Capitolo XXXI | Girasoli e smalto nero
William
«Sei un bastardo!» strilla Chantelle distruggendo l'ennesimo piatto di porcellana sul pavimento di casa mentre mi verso dello scotch e mi siedo sul divano in pelle.
«Ho già preso il vestito da sposa! E tu, schifoso pezzo di merda, ti scopi la pasticcera con cui collaboro!» continua tirandomi vicino i piedi un vaso in ceramica.
Controllo il cellulare, Cherry non ha risposto a nessuna delle ventisei chiamate che le ho fatto e rischio di impazzire se continuerò a non ricevere sue notizie. La sua faccia, i suoi occhi, non posso credere di averla ridotta in quel modo. Sento un buco sul petto. Che senso avrebbe avuto dirle del matrimonio?

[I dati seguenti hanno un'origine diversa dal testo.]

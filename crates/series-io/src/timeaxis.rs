//! The time axis: numbers or ISO 8601 dates and date-times, and whether its steps are equal.
//!
//! Delay embedding treats consecutive rows as equally spaced in time (Takens 1981), so the
//! reader checks the spacing of the axis and, by [`UnevenSteps`], refuses uneven steps, fills
//! whole missing steps with empty rows, or proceeds treating the rows as equally spaced.

use crate::cell::{Cell, CellProblem, parse_number_with};

/// What the values of the time axis are.
#[derive(Debug, Clone, Copy, PartialEq, Eq)]
pub enum TimeKind {
    /// Plain numbers (`0, 1, 2` or `1990, 1991`), used as written.
    Number,
    /// ISO 8601 calendar dates (`2020-01-31`), held as days since 1970-01-01.
    Date,
    /// ISO 8601 date-times (`2020-01-31T06:00`, `2020-01-31T06:00:00+02:00`), held as seconds
    /// since 1970-01-01T00:00 UTC; values without a zone are taken as written, values with a
    /// zone are converted to UTC.
    DateTime,
}

impl TimeKind {
    /// The word used in run.json and messages: `number`, `date` or `date-time`.
    pub fn as_str(self) -> &'static str {
        match self {
            TimeKind::Number => "number",
            TimeKind::Date => "date",
            TimeKind::DateTime => "date-time",
        }
    }
}

/// What to do when the time axis has uneven steps.
#[derive(Debug, Clone, Copy, PartialEq, Eq, Default)]
pub enum UnevenSteps {
    /// Refuse the table ([`InputError::UnevenSteps`](crate::InputError::UnevenSteps)).
    #[default]
    Refuse,
    /// Where a step is a whole multiple of the usual step, insert rows with every series
    /// missing for the skipped time points; other uneven steps are still refused.
    FillGaps,
    /// Proceed, treating the rows as equally spaced (recorded, and noted in the report).
    AsEqual,
}

/// What was found about the time axis of a table.
#[derive(Debug, Clone, PartialEq)]
pub struct TimeAxis {
    /// Column name.
    pub column: String,
    /// Numbers, dates or date-times.
    pub kind: TimeKind,
    /// First time as written in the file.
    pub first: String,
    /// Last time as written in the file.
    pub last: String,
    /// The usual step in words (`1`, `7 days`, `1 month`, `6 hours`).
    pub step: String,
    /// Steps (between consecutive rows of the file) that differ from the usual step.
    pub uneven_steps: usize,
    /// Rows inserted with every series missing by [`UnevenSteps::FillGaps`].
    pub filled_rows: usize,
}

/// One parsed time value: its number on the axis and its calendar parts (dates only).
#[derive(Debug, Clone, Copy, PartialEq)]
pub(crate) struct TimeValue {
    pub(crate) kind: TimeKind,
    /// Days since 1970-01-01 (dates), seconds since the epoch (date-times) or the number.
    pub(crate) value: f64,
    /// Year, month and day for dates, to recognise monthly and yearly steps.
    pub(crate) ymd: Option<(i64, u32, u32)>,
}

/// Parse one time cell: a number, or an ISO 8601 date or date-time.
pub(crate) fn parse_time(raw: &str, decimal_comma: bool) -> Result<Option<TimeValue>, CellProblem> {
    let text = raw.trim();
    match parse_number_with(text, decimal_comma) {
        Ok(Cell::Missing) => return Ok(None),
        Ok(Cell::Value(value)) => {
            return Ok(Some(TimeValue {
                kind: TimeKind::Number,
                value,
                ymd: None,
            }));
        }
        Err(CellProblem::Infinite) => return Err(CellProblem::Infinite),
        Err(CellProblem::NotNumeric(_)) => {}
    }
    if let Some(v) = parse_iso(text) {
        return Ok(Some(v));
    }
    Err(CellProblem::NotNumeric(
        "A time value must be a number or an ISO 8601 date or date-time such as 2020-01-31, \
         2020-01-31T06:00 or 2020-01-31T06:00:00+02:00 (year first, month, day); rewrite other \
         date styles such as 31/01/2020 in that form"
            .to_string(),
    ))
}

/// `YYYY-MM-DD`, optionally followed by `T` (or one space) and `HH:MM[:SS[.fff]]` and an
/// optional zone `Z`, `+HH:MM`, `+HHMM` or `+HH`.
pub(crate) fn parse_iso(text: &str) -> Option<TimeValue> {
    let b = text.as_bytes();
    if b.len() < 10 || b[4] != b'-' || b[7] != b'-' {
        return None;
    }
    let year: i64 = digits(&text[0..4])?.into();
    let month = digits(&text[5..7])?;
    let day = digits(&text[8..10])?;
    if !(1..=12).contains(&month) || day == 0 || day > days_in_month(year, month) {
        return None;
    }
    let days = days_from_civil(year, month, day);
    if b.len() == 10 {
        return Some(TimeValue {
            kind: TimeKind::Date,
            value: days as f64,
            ymd: Some((year, month, day)),
        });
    }
    if b[10] != b'T' && b[10] != b' ' {
        return None;
    }
    let rest = &text[11..];
    let zone_at = rest.find(['Z', 'z', '+', '-']).unwrap_or(rest.len());
    let (clock, zone) = rest.split_at(zone_at);
    let seconds_of_day = parse_clock(clock)?;
    let offset = parse_zone(zone)?;
    Some(TimeValue {
        kind: TimeKind::DateTime,
        value: days as f64 * 86_400.0 + seconds_of_day - offset,
        ymd: None,
    })
}

fn digits(s: &str) -> Option<u32> {
    if s.is_empty() || !s.bytes().all(|c| c.is_ascii_digit()) {
        return None;
    }
    s.parse().ok()
}

/// `HH:MM`, `HH:MM:SS` or `HH:MM:SS.fff`, as seconds after midnight (24:00 is refused).
fn parse_clock(s: &str) -> Option<f64> {
    let mut parts = s.split(':');
    let h = digits(parts.next()?).filter(|_| true)?;
    let m = digits(parts.next()?)?;
    let sec: f64 = match parts.next() {
        None => 0.0,
        Some(p) => {
            let (whole, frac) = p.split_once('.').unwrap_or((p, ""));
            if whole.len() != 2 || !frac.bytes().all(|c| c.is_ascii_digit()) {
                return None;
            }
            let w = digits(whole)?;
            let f: f64 = if frac.is_empty() {
                0.0
            } else {
                format!("0.{frac}").parse().ok()?
            };
            if w >= 60 {
                return None;
            }
            w as f64 + f
        }
    };
    if parts.next().is_some() || h >= 24 || m >= 60 {
        return None;
    }
    Some(h as f64 * 3600.0 + m as f64 * 60.0 + sec)
}

/// Zone offset east of UTC in seconds: empty (none), `Z`, `+HH`, `+HHMM`, `+HH:MM`.
fn parse_zone(s: &str) -> Option<f64> {
    if s.is_empty() {
        return Some(0.0);
    }
    if s.eq_ignore_ascii_case("z") {
        return Some(0.0);
    }
    let sign = match s.as_bytes()[0] {
        b'+' => 1.0,
        b'-' => -1.0,
        _ => return None,
    };
    let body = s[1..].replace(':', "");
    let (h, m) = match body.len() {
        2 => (digits(&body)?, 0),
        4 => (digits(&body[..2])?, digits(&body[2..])?),
        _ => return None,
    };
    if h > 14 || m >= 60 {
        return None;
    }
    Some(sign * (h as f64 * 3600.0 + m as f64 * 60.0))
}

fn is_leap(y: i64) -> bool {
    (y % 4 == 0 && y % 100 != 0) || y % 400 == 0
}

fn days_in_month(y: i64, m: u32) -> u32 {
    match m {
        1 | 3 | 5 | 7 | 8 | 10 | 12 => 31,
        4 | 6 | 9 | 11 => 30,
        _ if is_leap(y) => 29,
        _ => 28,
    }
}

/// Days since 1970-01-01 in the proleptic Gregorian calendar (the `days_from_civil`
/// algorithm of Hinnant, "chrono-Compatible Low-Level Date Algorithms").
fn days_from_civil(y: i64, m: u32, d: u32) -> i64 {
    let y = if m <= 2 { y - 1 } else { y };
    let era = y.div_euclid(400);
    let yoe = y - era * 400;
    let m = i64::from(m);
    let doy = (153 * (if m > 2 { m - 3 } else { m + 9 }) + 2) / 5 + i64::from(d) - 1;
    let doe = yoe * 365 + yoe / 4 - yoe / 100 + doy;
    era * 146_097 + doe - 719_468
}

/// The spacing of an axis: its usual step and the steps that differ from it.
#[derive(Debug, Clone, PartialEq)]
pub(crate) struct Spacing {
    /// The usual step in words.
    pub(crate) step: String,
    /// For each step i (between rows i and i+1), how many usual steps it spans: `Some(1)` for
    /// a usual step, `Some(k)` for a whole multiple, `None` for anything else.
    pub(crate) multiples: Vec<Option<usize>>,
    /// Steps as written in words, for messages, indexed like `multiples`.
    step_words: Vec<String>,
}

impl Spacing {
    /// Index of the first step that is not the usual step.
    pub(crate) fn first_uneven(&self) -> Option<usize> {
        self.multiples.iter().position(|m| *m != Some(1))
    }

    /// How many steps are not the usual step.
    pub(crate) fn uneven(&self) -> usize {
        self.multiples.iter().filter(|m| **m != Some(1)).count()
    }

    /// Step `i` in words.
    pub(crate) fn words(&self, i: usize) -> &str {
        &self.step_words[i]
    }
}

/// Find the usual step of an increasing axis (at least two values) and which steps differ.
///
/// Dates step in days, except when every date falls on the same day of the month and the
/// steps are equal in months (monthly or yearly records, whose lengths in days vary).
pub(crate) fn spacing(values: &[TimeValue]) -> Spacing {
    let kind = values[0].kind;
    if kind == TimeKind::Date
        && let Some(s) = monthly_spacing(values)
    {
        return s;
    }
    let steps: Vec<f64> = values.windows(2).map(|w| w[1].value - w[0].value).collect();
    let usual = mode(&steps);
    let words = |d: f64| match kind {
        TimeKind::Number => crate::output::format_f64(d),
        TimeKind::Date => plural(d, "day"),
        TimeKind::DateTime => duration_words(d),
    };
    let multiples = steps
        .iter()
        .map(|&d| {
            let k = (d / usual).round();
            let tol = 1e-9 * usual.abs().max(d.abs());
            (k >= 1.0 && (d - k * usual).abs() <= tol && k < usize::MAX as f64)
                .then_some(k as usize)
        })
        .collect();
    Spacing {
        step: words(usual),
        multiples,
        step_words: steps.iter().map(|&d| words(d)).collect(),
    }
}

/// Monthly spacing: the same day of the month throughout and equal steps in months.
fn monthly_spacing(values: &[TimeValue]) -> Option<Spacing> {
    let ymd: Vec<(i64, u32, u32)> = values.iter().map(|v| v.ymd).collect::<Option<_>>()?;
    let day = ymd[0].2;
    if day > 28 || ymd.iter().any(|&(_, _, d)| d != day) {
        return None;
    }
    let months: Vec<i64> = ymd
        .windows(2)
        .map(|w| (w[1].0 - w[0].0) * 12 + i64::from(w[1].1) - i64::from(w[0].1))
        .collect();
    let as_f: Vec<f64> = months.iter().map(|&m| m as f64).collect();
    let usual = mode(&as_f) as i64;
    if usual < 1 {
        return None;
    }
    let words = |m: i64| {
        if m % 12 == 0 {
            plural((m / 12) as f64, "year")
        } else {
            plural(m as f64, "month")
        }
    };
    Some(Spacing {
        step: words(usual),
        multiples: months
            .iter()
            .map(|&m| (m % usual == 0).then_some((m / usual) as usize))
            .collect(),
        step_words: months.iter().map(|&m| words(m)).collect(),
    })
}

/// The most common value (steps compared to 1e-9 relative), the smallest on ties.
fn mode(steps: &[f64]) -> f64 {
    let mut sorted: Vec<f64> = steps.to_vec();
    sorted.sort_by(f64::total_cmp);
    let (mut best, mut best_n) = (sorted[0], 0usize);
    let mut i = 0;
    while i < sorted.len() {
        let v = sorted[i];
        let mut j = i;
        while j < sorted.len() && (sorted[j] - v).abs() <= 1e-9 * v.abs().max(sorted[j].abs()) {
            j += 1;
        }
        if j - i > best_n {
            best = v;
            best_n = j - i;
        }
        i = j;
    }
    best
}

fn plural(n: f64, unit: &str) -> String {
    let shown = crate::output::format_f64(n);
    if n == 1.0 {
        format!("1 {unit}")
    } else {
        format!("{shown} {unit}s")
    }
}

/// A span of seconds in the largest whole unit (weeks, days, hours, minutes, seconds).
fn duration_words(s: f64) -> String {
    for (unit, len) in [
        ("week", 604_800.0),
        ("day", 86_400.0),
        ("hour", 3_600.0),
        ("minute", 60.0),
    ] {
        if s.abs() >= len && (s / len).fract() == 0.0 {
            return plural(s / len, unit);
        }
    }
    plural(s, "second")
}

#[cfg(test)]
mod tests {
    use super::*;

    fn t(s: &str) -> TimeValue {
        parse_time(s, false).unwrap().unwrap()
    }

    #[test]
    fn epoch_day_numbers() {
        // Unix time of 2000-01-01T00:00Z is 946,684,800 s = 10,957 days (POSIX time, the
        // published value of the Y2K instant).
        assert_eq!(t("1970-01-01").value, 0.0);
        assert_eq!(t("2000-01-01").value, 10_957.0);
        assert_eq!(t("2000-01-01T00:00Z").value, 946_684_800.0);
        // 2009-02-13T23:31:30Z is Unix time 1,234,567,890 (widely published).
        assert_eq!(t("2009-02-13T23:31:30Z").value, 1_234_567_890.0);
        assert_eq!(t("2009-02-14T01:31:30+02:00").value, 1_234_567_890.0);
        assert_eq!(t("2009-02-13 18:31:30-0500").value, 1_234_567_890.0);
        assert_eq!(t("1969-12-31").value, -1.0);
    }

    #[test]
    fn leap_years_follow_the_gregorian_rule() {
        // Gregorian rule: every 4th year, not centuries, except every 400th.
        assert!(parse_iso("2020-02-29").is_some());
        assert!(parse_iso("2000-02-29").is_some());
        assert!(parse_iso("1900-02-29").is_none());
        assert!(parse_iso("2021-02-29").is_none());
        assert!(parse_iso("2021-04-31").is_none());
        assert_eq!(t("2020-03-01").value - t("2020-02-28").value, 2.0);
    }

    #[test]
    fn refuses_other_forms() {
        for s in [
            "31/01/2020",
            "2020-1-31",
            "2020-01-31T25:00",
            "2020-01-31T06",
            "2020-13-01",
        ] {
            assert!(
                matches!(parse_time(s, false), Err(CellProblem::NotNumeric(_))),
                "{s}"
            );
        }
        assert_eq!(t("1990").kind, TimeKind::Number);
        assert_eq!(t("2020-01-31T06:00").kind, TimeKind::DateTime);
        assert_eq!(
            t("2020-01-31T06:00:30.5").value % 86_400.0,
            6.0 * 3600.0 + 30.5
        );
    }

    fn axis(v: &[&str]) -> Spacing {
        spacing(&v.iter().map(|s| t(s)).collect::<Vec<_>>())
    }

    #[test]
    fn usual_steps_in_words() {
        let weekly = axis(&["2020-01-06", "2020-01-13", "2020-01-20", "2020-02-03"]);
        assert_eq!(weekly.step, "7 days");
        assert_eq!(weekly.multiples, [Some(1), Some(1), Some(2)]);
        assert_eq!(weekly.first_uneven(), Some(2));
        let monthly = axis(&["2020-01-15", "2020-02-15", "2020-03-15", "2021-03-15"]);
        assert_eq!(monthly.step, "1 month");
        assert_eq!(monthly.multiples, [Some(1), Some(1), Some(12)]);
        let yearly = axis(&["2019-06-01", "2020-06-01", "2021-06-01"]);
        assert_eq!(yearly.step, "1 year");
        assert_eq!(yearly.uneven(), 0);
        let hourly = axis(&["2020-01-01T00:00", "2020-01-01T06:00", "2020-01-01T12:00"]);
        assert_eq!(hourly.step, "6 hours");
        let numbers = axis(&["0", "0.1", "0.2", "0.30000000000000004", "0.45"]);
        assert_eq!(numbers.step, "0.1");
        assert_eq!(numbers.multiples[..3], [Some(1), Some(1), Some(1)]);
        assert_eq!(numbers.multiples[3], None);
    }
}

Avrei lasciato Chantelle a prescindere e sarebbe stato troppo umiliante ammettere di aver scelto di sposare una ragazza solo per volontà e interesse di mio padre.
«Cazzo, vuoi ascoltarmi per una volta?» strilla acutamente la bionda rischiando di spaccarmi i timpani in concomitanza alla cristalleria. Non la sopporto più.
«Ti ho detto mi dispiace almeno mille volte Chantelle e nonostante tutto mi sembra stia esagerando abbastanza, perché non vai a spaccare i tuoi preziosissimi profumi o i tuoi gioielli?»
«Come puoi essere così stronzo e pensare di uscirtene con un mi dispiace! Ti rendi conto o no della gravità delle tue azioni? Pensavi che nessuno avrebbe notato la tua Ferrari rossa sfrecciare per tutta Newberry con una nana ricoperta di schifoso zucchero colorato? Ci pensi a come ho passato queste ore?»
Non sopporto più la sua voce, una sola parola e giuro, mi lancio dal terrazzo. Sei un po' una merda. Ah, perfetto! Ci mancava solo il risveglio della mia coscienza.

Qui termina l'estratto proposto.